Helen nic nie powiedziała, ale byłem pewien, że ona na podobne poświęcenie się nie godzi.

- Co nam pozostaje? Mówię „nam”, bo wszyscy jedziemy teraz na jednym wozie. Walczyć ze sobą to tak jakby karać samego siebie. Luizo, Helen, Mark?

Helen westchnęła:

- Nie wiem, nie przypuszczałam, że tak się wszystko obróci. Chyba musimy uciekać, Ilmar. Gdziekolwiek. Do Kolonii, Afryki, do Chin. Im dalej uciekniemy, tym dłużej pożyjemy.

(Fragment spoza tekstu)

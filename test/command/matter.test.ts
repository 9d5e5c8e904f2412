import { describe, expect, it } from 'vitest';
import { jsonOf, runCommand } from './run-command.js';

interface MatterAnswer {
  readonly name: string;
  readonly density_g_per_cm3: number;
  readonly electronDensity_per_cm3: number;
  readonly rows: readonly Readonly<Record<string, number | null>>[];
  readonly findings: readonly { readonly code: string }[];
}

const matter = (...words: string[]): Promise<MatterAnswer> =>
  jsonOf(['matter', ...words]) as Promise<unknown> as Promise<MatterAnswer>;

describe('stratabeam matter', () => {
  it('gives water at 60 keV as NISTIR 5632 prints it: μ/ρ 0.2059, μen/ρ 0.03190 cm²/g', async () => {
    const { rows, density_g_per_cm3 } = await matter('water', '--energy', '60');
    const [row] = rows;
    expect(Math.abs(Number(row.massAttenuation_cm2_per_g) / 0.2059 - 1)).toBeLessThan(0.003);
    expect(Math.abs(Number(row.massEnergyAbsorption_cm2_per_g) / 0.0319 - 1)).toBeLessThan(0.003);
    expect(density_g_per_cm3).toBe(1);
  });

  it('gives parts that sum to the whole and lengths that follow from it', async () => {
    const { rows, density_g_per_cm3 } = await matter('lead', '--energy', '50', '1500');
    for (const row of rows) {
      const sum =
        Number(row.coherent_cm2_per_g) +
        Number(row.incoherent_cm2_per_g) +
        Number(row.photoelectric_cm2_per_g) +
        Number(row.pair_cm2_per_g);
      expect(sum / Number(row.massAttenuation_cm2_per_g)).toBeCloseTo(1, 12);
      const mu = Number(row.massAttenuation_cm2_per_g) * density_g_per_cm3;
      expect(row.linearAttenuation_per_cm).toBeCloseTo(mu, 12);
      expect(row.halfValue_mm).toBeCloseTo((10 * Math.LN2) / mu, 12);
      expect(row.tenthValue_mm).toBeCloseTo((10 * Math.LN10) / mu, 12);
    }
    expect(rows[0].pair_cm2_per_g).toBe(0);
    expect(rows[1].pair_cm2_per_g).toBeGreaterThan(0);
  });

  it('knows elements by symbol and name, formulas by density', async () => {
    const [byName, bySymbol] = [await matter('copper'), await matter('Cu')];
    expect(bySymbol).toEqual(byName);
    const { rows } = await matter('CsI', '--density', '4.51', '--energy', '60');
    const [named] = (await matter('caesium iodide', '--energy', '60')).rows;
    expect(rows[0].linearAttenuation_per_cm).toBeCloseTo(Number(named.linearAttenuation_per_cm), 9);
  });

  it('lets a density replace the usual one of a named material', async () => {
    const { density_g_per_cm3 } = await matter('lung', '--density', '0.3');
    expect(density_g_per_cm3).toBe(0.3);
  });

  it('gives null for energy absorption above 3 MeV, and says where it is too high', async () => {
    const { rows, findings } = await matter('lead', '--energy', '100', '200', '5000');
    expect(rows[2].massEnergyAbsorption_cm2_per_g).toBeNull();
    expect(findings.map(({ code }) => code)).toEqual(['energyAbsorption', 'energyAbsorption']);
    const { out } = await runCommand(['matter', 'lead', '--energy', '200']);
    expect(out).toMatch(/caution: lead: μen\/ρ at 200 keV neglects bremsstrahlung/);
  });

  it('lists its CSV with the units in the headings', async () => {
    const { out } = await runCommand(['matter', 'water', '--energy', '60', '--csv']);
    const [heading, row] = out.split('\n');
    expect(heading).toMatch(/^energy_keV,coherent_cm2_per_g,.*,tenthValue_mm$/);
    expect(row).toMatch(/^60,/);
  });

  it.each([
    [['soft'], 'NAME: "soft": must be a known material; did you mean "soft tissue"?'],
    [
      ['BaSO4'],
      'NAME: "BaSO4": must come with a density when it is a formula; add --density in g/cm³',
    ],
    [
      ['water', '--energy', '0.5'],
      '--energy: "0.5": must be a number, 1 to 20000; enter the photon energy in keV',
    ],
    [
      ['water', '--density', '-1'],
      '--density: "-1": must be a number, 0.000001 to 30; enter the density in g/cm³',
    ],
    [[], 'NAME: missing: must be given; see --help'],
  ])('refuses %j in one line', async (words, line) => {
    const { code, out, err } = await runCommand(['matter', ...words]);
    expect({ code, out, err }).toEqual({ code: 2, out: '', err: `${line}\n` });
  });
});
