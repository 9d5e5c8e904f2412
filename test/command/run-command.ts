import { readFileSync } from 'node:fs';
import { run } from '../../components/command/run.js';

export interface Outcome {
  readonly code: number;
  readonly out: string;
  readonly err: string;
}

/** Runs a command line in this process; `files` stand in for the disk where they are given. */
export const runCommand = async (
  words: readonly string[],
  files: Readonly<Record<string, string>> = {},
): Promise<Outcome> => {
  let out = '';
  let err = '';
  const code = await run(words, {
    out: (text) => {
      out += text;
    },
    err: (text) => {
      err += text;
    },
    readFile: (path) => files[path] ?? readFileSync(path, 'utf8'),
  });
  return { code, out, err };
};

/** The same for an answer in JSON. */
export const jsonOf = async (words: readonly string[]): Promise<Record<string, never>> =>
  JSON.parse((await runCommand([...words, '--json'])).out);
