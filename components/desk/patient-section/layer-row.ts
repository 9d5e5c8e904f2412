import { css, html, LitElement } from 'lit';
import { customElement, property } from 'lit/decorators.js';
import { formatEntry } from '../../charts/format.js';
import { renameLayer } from '../../store/layer-changes.js';
import { requestEdit } from '../fields/case-edit.js';
import { layerAgent } from '../layer-fields/layer-agent.js';
import { layerEdits } from '../layer-fields/layer-edits.js';
import { layerKeys } from '../layer-fields/layer-keys.js';
import { materialChoices } from '../layer-fields/material-choices.js';
import type { DeskModel } from '../model/desk-model.js';
import { sectionSheet } from '../sheets/section-sheet.js';
import '../fields/choice-field.js';
import '../fields/number-field.js';
import '../fields/text-field.js';

/**
 * One layer as a row: its place, name, material, thickness, and share of growth.
 *
 * Properties: `model`, `index`, `thickness_mm` (at the size looked at). Events: `case-edit`.
 * Keyboard: Alt+ArrowUp/Down moves, Alt+Delete removes, Alt+Insert adds below. Parts: none.
 */
@customElement('layer-row')
export class LayerRow extends LitElement {
  @property({ attribute: false }) model!: DeskModel;
  @property({ type: Number }) index = 0;
  @property({ type: Number, attribute: 'thickness-mm' }) thickness_mm = 0;

  static override styles = [
    sectionSheet,
    css`
      :host {
        display: grid;
        grid-template-columns: subgrid;
        grid-column: 1 / -1;
        border: 0;
        border-block-end: 1px solid var(--rule);
        padding: 0.28rem 0;
        align-items: baseline;
        white-space: nowrap;
      }
      button.plain {
        margin-inline-end: 0.5rem;
      }
    `,
  ];

  constructor() {
    super();
    this.addEventListener('keydown', (event) => layerKeys(this, event, this.index));
  }

  override render() {
    const { draft } = this.model;
    const { layers } = draft.case.patient;
    const { name } = layers[this.index];
    const path = `patient.layers[${this.index}]`;
    const move = (by: -1 | 1, sign: string, words: string, enabled: boolean) =>
      html`<button class="plain" type="button" aria-label="Move layer ${name} ${words}" ?disabled=${!enabled}
        @click=${() => requestEdit(this, layerEdits.move(this.index, by))}>${sign}</button>`;
    return html`<span role="cell">${move(-1, '↑', 'up', this.index > 0)}${move(1, '↓', 'down', this.index < layers.length - 1)}</span>
      <span role="cell"><text-field data-field inline .draft=${draft} path="${path}.name" label="Name of layer ${this.index + 1}"
        .edit=${(text: string) => ({ change: renameLayer(this.index, text) })}></text-field></span>
      <span role="cell"><choice-field data-field inline .draft=${draft} path="${path}.material" label="Material of layer ${name}" .choices=${materialChoices(draft)}></choice-field></span>
      <span role="cell"><number-field data-field inline .draft=${draft} path="${path}.thickness_mm" label="Thickness of layer ${name}" unit="mm"
        .edit=${layerEdits.thickness(this.index)}></number-field></span>
      <span role="cell"><number-field data-field inline .draft=${draft} path="${path}.growthShare" label="Growth share of layer ${name}" unit="" step="0.1" empty="by thickness"></number-field></span>
      <span role="cell">${formatEntry(Number(this.thickness_mm.toFixed(1)))} mm</span>
      <span role="cell">${layerAgent(draft, this.index)}</span>
      <span role="cell"><button class="plain" type="button" aria-label="Remove layer ${name}" ?disabled=${layers.length < 2}
        @click=${() => requestEdit(this, layerEdits.remove(this.index))}>remove</button></span>`;
  }
}

declare global {
  interface HTMLElementTagNameMap {
    'layer-row': LayerRow;
  }
}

- Nie wolno nam uciekać! - sprzeciwiła się radośnie przeorysza. - Nie na darmo chroniono księgę na ziemiach Mocarstwa! Tu jest jej miejsce! Los nas ze sobą połączył, żebyśmy razem strzegli świętej księgi... Czekając, aż ludzkie serca złagodnieją, aż ludzie staną się godni Prawdziwego Słowa. Wtedy... wtedy podarujemy je Kościołowi, Domowi, ludziom. Każdy biedny chrześcijanin posiądzie Słowo Boże! Wszystko na świecie stanie się wspólne! Gdy tylko ktoś czegoś zapragnie, sięgnie do Chłodu i weźmie, ile będzie chciał! I nastanie ów Żelazny Wiek, zapanuje na świecie Królestwo Boże... Poganie uwierzą, grzesznicy przestaną grzeszyć...

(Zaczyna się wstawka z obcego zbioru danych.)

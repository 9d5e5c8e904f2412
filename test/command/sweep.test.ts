import { describe, expect, it } from 'vitest';
import type { Sweep } from '../../physics/sweep.js';
import { sampleJson } from '../physics/sample-case.js';
import { jsonOf, runCommand } from './run-command.js';

const small = {
  ...sampleJson,
  room: {
    ...sampleJson.room,
    tube: { potential_kV: { min: 50, max: 120, step: 10 }, power_kW: 30 },
  },
  patient: {
    ...sampleJson.patient,
    sizes: [
      { name: 'small', thickness_mm: 150 },
      { name: 'large', thickness_mm: 250 },
    ],
  },
};
const files = { 'x.json': JSON.stringify(small) };
const swept = async (...words: string[]): Promise<Sweep> =>
  JSON.parse((await runCommand(['sweep', 'x.json', '--json', ...words], files)).out) as Sweep;

describe('stratabeam sweep', () => {
  it('gives every setting at every size, and the frontier, in the contract’s form', async () => {
    const { axes, settings, frontier } = await swept();
    expect(axes).toEqual({
      potential_kV: [50, 60, 70, 80, 90, 100, 110, 120],
      filter: ['none', '0.1 Cu', '0.3 Cu', '0.9 Cu'],
      size: ['small', 'large'],
    });
    expect(settings).toHaveLength(8 * 4 * 2);
    expect(Object.keys(settings[0])).toEqual(
      expect.arrayContaining([
        'potential_kV',
        'filter',
        'size',
        'values',
        'findings',
        'onFrontier',
      ]),
    );
    expect(frontier.costs).toEqual(['incidentAirKerma', 'tubeLoad']);
    expect(frontier.members.length).toBeGreaterThan(0);
    expect(settings.filter(({ onFrontier }) => onFrontier)).toEqual(frontier.members);
  });

  it('takes the potentials, filters, sizes, condition and costs it is given', async () => {
    const words = ['--potential', '60:100:20', '--filters', 'none,0.3 Cu', '--sizes', 'large'];
    const more = ['--hold', 'detectorAirKerma', '--costs', 'energyImparted,power'];
    const { axes, holdConstant, frontier, settings } = await swept(...words, ...more);
    expect(axes).toEqual({
      potential_kV: [60, 80, 100],
      filter: ['none', '0.3 Cu'],
      size: ['large'],
    });
    expect(holdConstant).toBe('detectorAirKerma');
    expect(frontier.costs).toEqual(['energyImparted', 'power']);
    for (const { values } of settings) expect(values?.detectorAirKerma_uGy).toBeCloseTo(2.5, 9);
    expect((await swept('--potential', '70,60')).axes.potential_kV).toEqual([60, 70]);
  });

  it('shows people the best settings with their windows, the frontier and what is forbidden', async () => {
    const { out, code } = await runCommand(['sweep', 'x.json'], files);
    expect(code).toBe(0);
    for (const part of [
      /equal SdNR; one frame/,
      /\nSize large: best allowed setting by SdNR² per …/,
      /\nincident air kerma +\d+ kV, .* \d+–\d+ /,
      /\nFrontier by incident air kerma, tube load and SdNR: \d+ of 32 settings/,
      /\d+ of 32 settings are forbidden: \d+ beyond tube power/,
    ]) {
      expect(out).toMatch(part);
    }
    expect(out).not.toMatch(/undefined|NaN/);
  });

  it('lists one CSV line per setting and size, the condition in each', async () => {
    const { out } = await runCommand(['sweep', 'x.json', '--csv'], files);
    const lines = out.trimEnd().split('\n');
    expect(lines).toHaveLength(1 + 64);
    expect(lines[0]).toMatch(/^size,filter,potential_kV,holdConstant,tubeLoad_mAs/);
    expect(lines.slice(1).every((line) => line.includes(',sdnr,'))).toBe(true);
    const forbidden = lines.slice(1).find((line) => line.includes(',power'));
    expect(forbidden).toMatch(/,power[^,]*,"\d+ kV, /);
  });

  it('labels an investigational agent', async () => {
    const agent = { name: 'gold', amount: { value: 10, unit: 'mg element/mL' } };
    const task = { detail: { ...small.task.detail, agent } };
    const own = { 'x.json': JSON.stringify({ ...small, task }) };
    const { out } = await runCommand(['sweep', 'x.json', '--sizes', 'small'], own);
    expect(out).toContain('gold: investigational agent, not in clinical use');
  });

  it.each([
    [['--potential', '60:x'], /^--potential: "60:x": must be numbers in kV; write it as/],
    [['--potential', '60:50'], /must rise, with a step above 0/],
    [['--potential', '10:50:5'], /must lie between 20 and 150 kV/],
    [['--filters', '0.1 cu'], /must be one of none, 0\.1 Cu.*; did you mean "0\.1 Cu"\?/],
    [['--sizes', 'huge'], /^--sizes: "huge": must be one of small, large; /],
    [['--hold', 'contrast'], /^--hold: "contrast": must be one of asSet, sdnr/],
    [['--costs', 'dose'], /^--costs: "dose": must be one of incidentAirKerma/],
  ])('refuses %j', async (words, line) => {
    const { code, out, err } = await runCommand(['sweep', 'x.json', ...words], files);
    expect({ code, out }).toEqual({ code: 2, out: '' });
    expect(err).toMatch(line);
  });

  it('sweeps a shipped example', async () => {
    const path = 'components/examples/chest-line.case.json';
    const answer = await jsonOf(['sweep', path, '--potential', '70:120:25', '--filters', 'none']);
    expect(Object.keys(answer)).toEqual(
      expect.arrayContaining(['case', 'version', 'axes', 'settings', 'frontier']),
    );
  });
});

- Następnym punktem programu powinien być Sąd Ostateczny - mruknęła Helen. Na szczęście, pochłonięta swoją przemową przeorysza nie usłyszała. To dobrze, bo musiałbym pewnie rozdzielać dwie bijące się kobiety - a przy tym zawsze obrywają postronni.

- Wychodzi na to święta siostro - powiedziałem, próbując zebrać myśli, że proponujecie ukryć się gdzieś w Mocarstwie i żyć po cichu.

- Tak!

Z deszczu pod rynnę. Był to jakiś pomysł, w końcu nie wiadomo, gdzie nas wcześniej złapią. Ale wcześniej czy później złapią. Wtedy rozprawią się bez litości.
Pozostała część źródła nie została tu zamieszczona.